Determine all the ideals of $\mathbb{Q}[x,y]$ that contain the ideal $\langle x^2,y^2,xy\rangle$. 
Determine all the ideals of $\mathbb{Q}[x,y]$ that contain the ideal $I=\langle x^2,y^2,xy\rangle$.

Are these all: 
$$\langle x,y\rangle$$
$$I$$
$$\mathbb{Q}[x,y]$$
?
EDIT....
$$\langle x^2,y \rangle $$
$$\langle x,y^2\rangle$$
Are in the list too.
 A: Hint: $I$ consists of polynomials with degree 2 terms and higher. So if  $J$ is a strictly larger ideal, it contains a polynomial of the form $ax+by+c$. Consider the vector space $K = J \cap \left( \mathbb Q x + \mathbb Qy + \mathbb Q\right)$; it is of dimension at most $3$ over $\mathbb Q$.
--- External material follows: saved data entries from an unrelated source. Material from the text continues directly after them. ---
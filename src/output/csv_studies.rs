//! The arrays of the placement and length studies as rows, one value of every quantity a row.

use super::OutputError;
use super::csv::number;
use crate::outcome::cut::CutOutcome;
use crate::outcome::place::{OverFrequency, OverPlace, PlaceOutcome};
use std::io::Write;

/// Quantities of a placement, in the order of the columns.
const PLACE: [&str; 15] = [
    "variant",
    "choke",
    "frequency_hz",
    "band",
    "place_m",
    "entry_current_a",
    "entry_voltage_v",
    "end_voltage_v",
    "last_metre_current_a",
    "feed_resistance_ohm",
    "feed_reactance_ohm",
    "swr",
    "choke_w",
    "choke_v",
    "choke_a",
];

/// Quantities of a scan, in the order of the columns.
const CUT: [&str; 13] = [
    "variant",
    "frequency_hz",
    "band",
    "length_m",
    "second_length_m",
    "entry_current_a",
    "entry_voltage_v",
    "end_voltage_v",
    "last_metre_current_a",
    "feed_resistance_ohm",
    "feed_reactance_ohm",
    "swr",
    "radiated_fraction",
];

/// One row for every variant, choke, frequency and place; rows without choke and place are the station without a choke.
///
/// # Errors
/// [`OutputError::Rows`] or [`OutputError::Stream`] when `target` refuses.
pub fn place(place: &PlaceOutcome, target: impl Write) -> Result<(), OutputError> {
    let mut rows = ::csv::Writer::from_writer(target);
    rows.write_record(PLACE)?;
    for (v, variant) in place.variants.iter().enumerate() {
        for (f, hz) in place.frequencies_hz.iter().enumerate() {
            let head = [variant.clone(), String::new(), hz.to_string(), band(&place.bands, f), String::new()];
            let without = &place.without;
            let one = |values: &OverFrequency<f64>| number(values.get(v).and_then(|w| w.get(f)).copied());
            let maybe = |values: &OverFrequency<Option<f64>>| number(values.get(v).and_then(|w| *w.get(f)?));
            let feed = without.feed_ohm.get(v).and_then(|w| w.get(f));
            let values = [
                one(&without.entry_current_a),
                maybe(&without.entry_voltage_v),
                maybe(&without.end_voltage_v),
                one(&without.last_metre_current_a),
                number(feed.map(|z| z.re)),
                number(feed.map(|z| z.im)),
                one(&without.swr),
                String::new(),
                String::new(),
                String::new(),
            ];
            rows.write_record(head.iter().chain(&values))?;
        }
        for (c, choke) in place.chokes.iter().enumerate() {
            for (f, hz) in place.frequencies_hz.iter().enumerate() {
                for (p, place_m) in place.places_m.iter().enumerate() {
                    let head = [
                        variant.clone(),
                        choke.name.clone(),
                        hz.to_string(),
                        band(&place.bands, f),
                        place_m.to_string(),
                    ];
                    let values = at_place(place, [v, c, f, p]);
                    rows.write_record(head.iter().chain(&values))?;
                }
            }
        }
    }
    rows.flush()?;
    Ok(())
}

fn at_place(place: &PlaceOutcome, [v, c, f, p]: [usize; 4]) -> [String; 10] {
    fn get<T: Copy>(values: &OverPlace<T>, [v, c, f, p]: [usize; 4]) -> Option<T> {
        values.get(v)?.get(c)?.get(f)?.get(p).copied()
    }
    let at = [v, c, f, p];
    let feed = get(&place.feed_ohm, at);
    [
        number(get(&place.entry_current_a, at)),
        number(get(&place.entry_voltage_v, at).flatten()),
        number(get(&place.end_voltage_v, at).flatten()),
        number(get(&place.last_metre_current_a, at)),
        number(feed.map(|z| z.re)),
        number(feed.map(|z| z.im)),
        number(get(&place.swr, at)),
        number(get(&place.choke_w, at)),
        number(get(&place.choke_v, at)),
        number(get(&place.choke_a, at)),
    ]
}

/// One row for every variant, frequency and length (and second length).
///
/// # Errors
/// [`OutputError::Rows`] or [`OutputError::Stream`] when `target` refuses.
pub fn cut(cut: &CutOutcome, target: impl Write) -> Result<(), OutputError> {
    let mut rows = ::csv::Writer::from_writer(target);
    rows.write_record(CUT)?;
    let seconds: Vec<Option<f64>> = match &cut.second_lengths_m {
        Some(lengths) => lengths.iter().copied().map(Some).collect(),
        None => vec![None],
    };
    for (v, variant) in cut.variants.iter().enumerate() {
        for (f, hz) in cut.frequencies_hz.iter().enumerate() {
            for (l, length_m) in cut.lengths_m.iter().enumerate() {
                for (s, second_m) in seconds.iter().enumerate() {
                    let head =
                        [variant.clone(), hz.to_string(), band(&cut.bands, f), length_m.to_string(), number(*second_m)];
                    let feed = cut.feed_ohm.get(v, f, l, s);
                    let values = [
                        number(cut.entry_current_a.get(v, f, l, s).copied()),
                        number(cut.entry_voltage_v.get(v, f, l, s).copied().flatten()),
                        number(cut.end_voltage_v.get(v, f, l, s).copied().flatten()),
                        number(cut.last_metre_current_a.get(v, f, l, s).copied()),
                        number(feed.map(|z| z.re)),
                        number(feed.map(|z| z.im)),
                        number(cut.swr.get(v, f, l, s).copied()),
                        number(cut.radiated_fraction.get(v, f, l, s).copied()),
                    ];
                    rows.write_record(head.iter().chain(&values))?;
                }
            }
        }
    }
    rows.flush()?;
    Ok(())
}

fn band(bands: &[Option<String>], index: usize) -> String {
    bands.get(index).cloned().flatten().unwrap_or_default()
}

#[cfg(test)]
mod tests {
    #![allow(clippy::unwrap_used)]
    use super::*;
    use crate::output::sample_studies;

    fn read(bytes: &[u8]) -> (::csv::StringRecord, Vec<::csv::StringRecord>) {
        let mut reader = ::csv::Reader::from_reader(bytes);
        (reader.headers().unwrap().clone(), reader.records().map(Result::unwrap).collect())
    }

    #[test]
    fn every_place_is_a_row_with_its_own_values() {
        let sample = sample_studies::place();
        let mut bytes = Vec::new();
        place(&sample, &mut bytes).unwrap();
        let (headers, rows) = read(&bytes);
        assert_eq!(rows.len(), 2 * 13 + 2 * 3 * 13 * 601);
        let column = |name: &str| headers.iter().position(|h| h == name).unwrap();
        // Second variant, third choke, fifth frequency, place 100.
        let row = &rows[13 + 3 * 13 * 601 + 13 + (2 * 13 + 4) * 601 + 100];
        assert_eq!(&row[column("choke")], "5 kohm");
        assert_eq!(row[column("choke_w")].parse::<f64>().unwrap(), sample.choke_w[1][2][4][100]);
        assert_eq!(&rows[0][column("choke")], "");
    }

    #[test]
    fn every_length_is_a_row_and_so_is_every_pair() {
        let mut bytes = Vec::new();
        cut(&sample_studies::cut(), &mut bytes).unwrap();
        assert_eq!(read(&bytes).1.len(), 2 * 13 * 81);
        let two = sample_studies::cut_two();
        let mut bytes = Vec::new();
        cut(&two, &mut bytes).unwrap();
        let (headers, rows) = read(&bytes);
        assert_eq!(rows.len(), 2 * 13 * 81 * 21);
        let swr = headers.iter().position(|h| h == "swr").unwrap();
        assert_eq!(rows[22][swr].parse::<f64>().unwrap(), *two.swr.get(0, 0, 1, 1).unwrap());
    }
}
 If $\dim K = 0$, then $J=I$. If $\dim K = 3$, then $J = \mathbb Q[x,y]$.
 Suppose $\dim K \geq 1$ and $ax+by+c \in K$. Multiply by $x$ and $y$ to get $cx, cy \in K$. If $c \neq 0$, then $1,x,y \in K$ and $\dim K = 3$.
 So suppose $J$ contains only polynomials without constant term. Then $\dim K \leq 2$, and in fact every vector subspace $K \leq \mathbb Qx + \mathbb Qy$ gives an ideal:
 $$J = K + I$$
 and this formula gives a one-to-one correspondence between ideals containing $J$ and subspaces $K \leq \mathbb Q x + \mathbb Qy + \mathbb Q$ with either $K = \mathbb Q x + \mathbb Qy + \mathbb Q$ or $K \leq \mathbb Qx + \mathbb Qy$. Concretely, we get:
 $$I,\mathbb Q[x,y], \langle x, y \rangle$$
 and
 $$\langle ax+by, x^2,xy,y^2 \rangle$$
 for all $a,b$; and $(a,b)$ is uniquely determined up to a scalar.

A: Because of that $\;xy\;$ term in $\;I\;$ , clearly any ideal $\;J\;$ containing it must have generators with maximal relative degree one in $\;x\;$ or in $\;y\;$ ( if all the generators of $\;J\;$ have $\;\deg_y\ge2\;$ say, then the element $\;xy\in I\;$ is not in $\;J\;$ , and likewise with $\;x\;$ ). 
But if $\;p(x,y)\in J\;$ is a generator with $\;\deg_y(p)=n\ge 2\;$ , then we can write
$$p(x,y)=\sum_{k=0}^na_k(x)y^k=a_0(x)+a_1(x)y+a_2(x)y^2+\ldots\in\langle x,\,y\rangle$$.
Try to finish the argument now.